Member-only story
YOLOX: New Improved YOLO
An Advanced, Anchor-free, High performing YOLO detector
YOLOX is a high-performing object detector, an improvement to the existing YOLO series. YOLO series are in constant exploration of techniques to improve the object detection techniques for optimal speed and accuracy trade-off for real-time applications.
Key features of the YOLOX object detector
- Anchor-free detectors significantly reduce the number of design parameters
- A decoupled head for classification, regression, and localization improves the convergence speed
- SimOTA advanced label assignment strategy reduces training time and avoids additional solver hyperparameters
- Strong data augmentations like MixUp and Mosiac to boost YOLOX performance
Speed-accuracy trade-off of different object detector models and Size-accuracy curve of lite object detector models

YOLOX Architecture
Baseline YOLOv3 Architecture
YOLOX uses YOLOv3 with Darknet53 as the baseline and a Spatial Pyramid Pooling(SPP) layer, which downsamples in Convolutional layers to get the best features in Max-Pooling layers to strengthen the feature extraction.
An improvement in YOLOX over YOLOv3 is adding Exponential Moving Average(EMA) weight updates, cosine lr schedule, IoU loss, and IoU-aware branch.
Decoupled Head
YOLOX uses a decoupled head for classification and regression, and the IoU branch is added to the regression branch.

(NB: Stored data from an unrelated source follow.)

import fs from "node:fs";
import os from "node:os";
import path from "node:path";
import autocannon from "autocannon";
import { ROOT, startChild } from "./child";

/** What one route does under load. */
export interface LoadFigure {
  route: string;
  requestsPerSec: number;
  p50Ms: number;
  p99Ms: number;
  non2xx: number;
  errors: number;
}

export interface ComputeApiReport {
  connections: number;
  /** one connection: the time a request takes to serve, without queueing behind 49 others */
  serviceTime: LoadFigure[];
  durationS: number;
  /** mean of the bare route measured before and after the app's routes */
  bare: LoadFigure;
  bareRuns: LoadFigure[];
  /**
   * The same route handlers on a bare Express app (bench/servers/compute-server.ts): what the
   * validation, computation and JSON answer cost on their own, without the rest of the app.
   */
  handlersOnly: (LoadFigure & { throughputRatio: number })[];
  /**
   * The app's own answers to the sample bodies, sent by routes that do nothing else
   * (bench/servers/same-answer-server.ts): what the answer's size costs on its own.
   */
  sameAnswer: (LoadFigure & { throughputRatio: number; answerBytes: number })[];
  /** registered: the route answered the sample body with 200 (status says what it answered) */
  routes: (LoadFigure & { throughputRatio: number; registered: boolean; status: number })[];
}

/** A DCM / 10 % brine layer check (CRC values in tests/api/layers.test.ts). */
export const LAYER_BODY = {
  organic: [{ solvent: "dichloromethane", volumeMl: 40 }],
  aqueous: { solute: "NaCl", concentration: { value: 10, unit: "%w/w" }, volumeMl: 20 },
  temperatureC: 20,
};

/** A three-wash plan of a fictional work-up (the shape tests/api/plans.test.ts uses). */
export const PLAN_BODY = {
  organic: { solvent: "EtOAc", volumeMl: 60 },
  components: [
    { name: "tolyl amine", kind: "base", pKa: 9.3, partitionCoefficient: 30, amountMmol: 2.5 },
    { name: "heptanoic acid", kind: "acid", pKa: 4.9, partitionCoefficient: 200, amountMmol: 1.5 },
    { name: "ketone product", kind: "neutral", partitionCoefficient: 8, amountMmol: 6 },
  ],
  washes: [
    { aqueous: { solute: "HCl", concentration: { value: 1, unit: "mol/L" } }, volumeMl: 25, repeats: 2 },
    { aqueous: { solute: "sodium bicarbonate", concentration: "saturated" }, volumeMl: 25 },
    { aqueous: { solute: "brine", concentration: "saturated" }, volumeMl: 25 },
  ],
  temperatureC: 20,
};

/** The routes measured, with the body each is sent. */
const COMPUTE_ROUTES = [
  ["/api/layers/predict", LAYER_BODY],
  ["/api/plans/compute", PLAN_BODY],
] as const;

async function load(url: string, body: unknown, connections: number, durationS: number): Promise<LoadFigure> {
  const r = await autocannon({
    url,
    connections,
    duration: durationS,
    method: "POST",
    headers: { "content-type": "application/json" },
    body: JSON.stringify(body),
  });
  return {
    route: new URL(url).pathname,
    requestsPerSec: r.requests.average,
    p50Ms: r.latency.p50,
    p99Ms: r.latency.p99,
    non2xx: r.non2xx,
    errors: r.errors + r.timeouts,
  };
}

async function answerOf(url: string, body: unknown): Promise<{ status: number; text: string }> {
  const res = await fetch(url, { method: "POST", headers: { "content-type": "application/json" }, body: JSON.stringify(body) });
  return { status: res.status, text: await res.text() };
}

/**
 * Throughput and latency of the compute routes at `connections` connections, each against a bare
 * Express JSON route served by a child started the same way (node --import tsx, one process).
 * The bare route runs before and after, and its mean is the baseline, because this machine is shared.
 */
export async function benchComputeApi(opts: { connections: number; durationS: number }): Promise<ComputeApiReport> {
  const { connections, durationS } = opts;
  const ready = /READY (\d+)/;
  const bareRuns: LoadFigure[] = [];
  const bareService: LoadFigure[] = [];
  const measureBare = async () => {
    const { child, match } = await startChild(path.join(ROOT, "bench/servers/bare-server.ts"), { ready });
    try {
      const url = `http://127.0.0.1:${match[1]}/bare`;
      await load(url, LAYER_BODY, connections, Math.min(2, durationS)); // warm-up
      bareRuns.push(await load(url, LAYER_BODY, connections, durationS));
      if (bareRuns.length === 1) bareService.push(await load(url, LAYER_BODY, 1, Math.min(3, durationS)));
    } finally {
      await child.stop();
    }
  };

  const serviceTime: LoadFigure[] = [];
  await measureBare();
  serviceTime.push(...bareService.splice(0));
  const { child, match } = await startChild(path.join(ROOT, "bench/servers/app-server.ts"), { ready });
  const measured: { figure: LoadFigure; registered: boolean; status: number }[] = [];
  /** route → the app's answer to its sample body, as sent */
  const appAnswers = new Map<string, string>();
  try {
    for (const [route, body] of COMPUTE_ROUTES) {
      const url = `http://127.0.0.1:${match[1]}${route}`;
      const { status, text } = await answerOf(url, body);
      if (status !== 200) {
        measured.push({ figure: { route, requestsPerSec: 0, p50Ms: 0, p99Ms: 0, non2xx: 0, errors: 0 }, registered: false, status });
        continue;
      }
      appAnswers.set(route, text);
      await load(url, body, connections, Math.min(2, durationS));
      serviceTime.push(await load(url, body, 1, Math.min(3, durationS)));
      measured.push({ figure: await load(url, body, connections, durationS), registered: true, status });
    }
  } finally {
    await child.stop();
  }
  const handlersOnly: LoadFigure[] = [];
  {
    const { child: c, match: m } = await startChild(path.join(ROOT, "bench/servers/compute-server.ts"), { ready });
    try {
      for (const [route, body] of COMPUTE_ROUTES) {
        const url = `http://127.0.0.1:${m[1]}${route}`;
        if ((await answerOf(url, body)).status !== 200) continue;
        await load(url, body, connections, Math.min(2, durationS));
        handlersOnly.push(await load(url, body, connections, durationS));
      }
    } finally {
      await c.stop();
    }
  }
  const sameAnswer: (LoadFigure & { answerBytes: number })[] = [];
  if (appAnswers.size > 0) {
    const file = path.join(fs.mkdtempSync(path.join(os.tmpdir(), "phasewise-answers-")), "answers.json");
    fs.writeFileSync(file, JSON.stringify(Object.fromEntries([...appAnswers].map(([route, text]) => [route, JSON.parse(text) as unknown]))));
    const { child: c, match: m } = await startChild(path.join(ROOT, "bench/servers/same-answer-server.ts"), { ready, env: { PHASEWISE_BENCH_ANSWERS: file } });
    try {
      for (const [route, body] of COMPUTE_ROUTES) {
        const text = appAnswers.get(route);
        if (text === undefined) continue;
        const url = `http://127.0.0.1:${m[1]}${route}`;
        await load(url, body, connections, Math.min(2, durationS));
        sameAnswer.push({ ...(await load(url, body, connections, durationS)), answerBytes: Buffer.byteLength(text) });
      }
    } finally {
      await c.stop();
      fs.rmSync(path.dirname(file), { recursive: true, force: true });
    }
  }
  await measureBare();

  const mean = (f: (x: LoadFigure) => number) => bareRuns.reduce((a, x) => a + f(x), 0) / bareRuns.length;
  const bare: LoadFigure = {
    route: "/bare",
    requestsPerSec: mean((x) => x.requestsPerSec),
    p50Ms: mean((x) => x.p50Ms),
    p99Ms: mean((x) => x.p99Ms),
    non2xx: bareRuns.reduce((a, x) => a + x.non2xx, 0),
    errors: bareRuns.reduce((a, x) => a + x.errors, 0),
  };
  return {
    connections,
    durationS,
    serviceTime,
    bare,
    bareRuns,
    handlersOnly: handlersOnly.map((f) => ({ ...f, throughputRatio: f.requestsPerSec / bare.requestsPerSec })),
    sameAnswer: sameAnswer.map((f) => ({ ...f, throughputRatio: f.requestsPerSec / bare.requestsPerSec })),
    routes: measured.map(({ figure, registered, status }) => ({
      ...figure,
      registered,
      status,
      throughputRatio: registered ? figure.requestsPerSec / bare.requestsPerSec : 0,
    })),
  };
}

For each level of the FPN feature, a 256 feature channel is reduced to a 1 × 1 Convolutional layer. Then two parallel branches are added with two 3 × 3 Convolutional layers for classification and regression tasks. The IoU branch is added to the regression branch. The decoupled head significantly improves the converging speed compared to the couples head used in the YOLO series.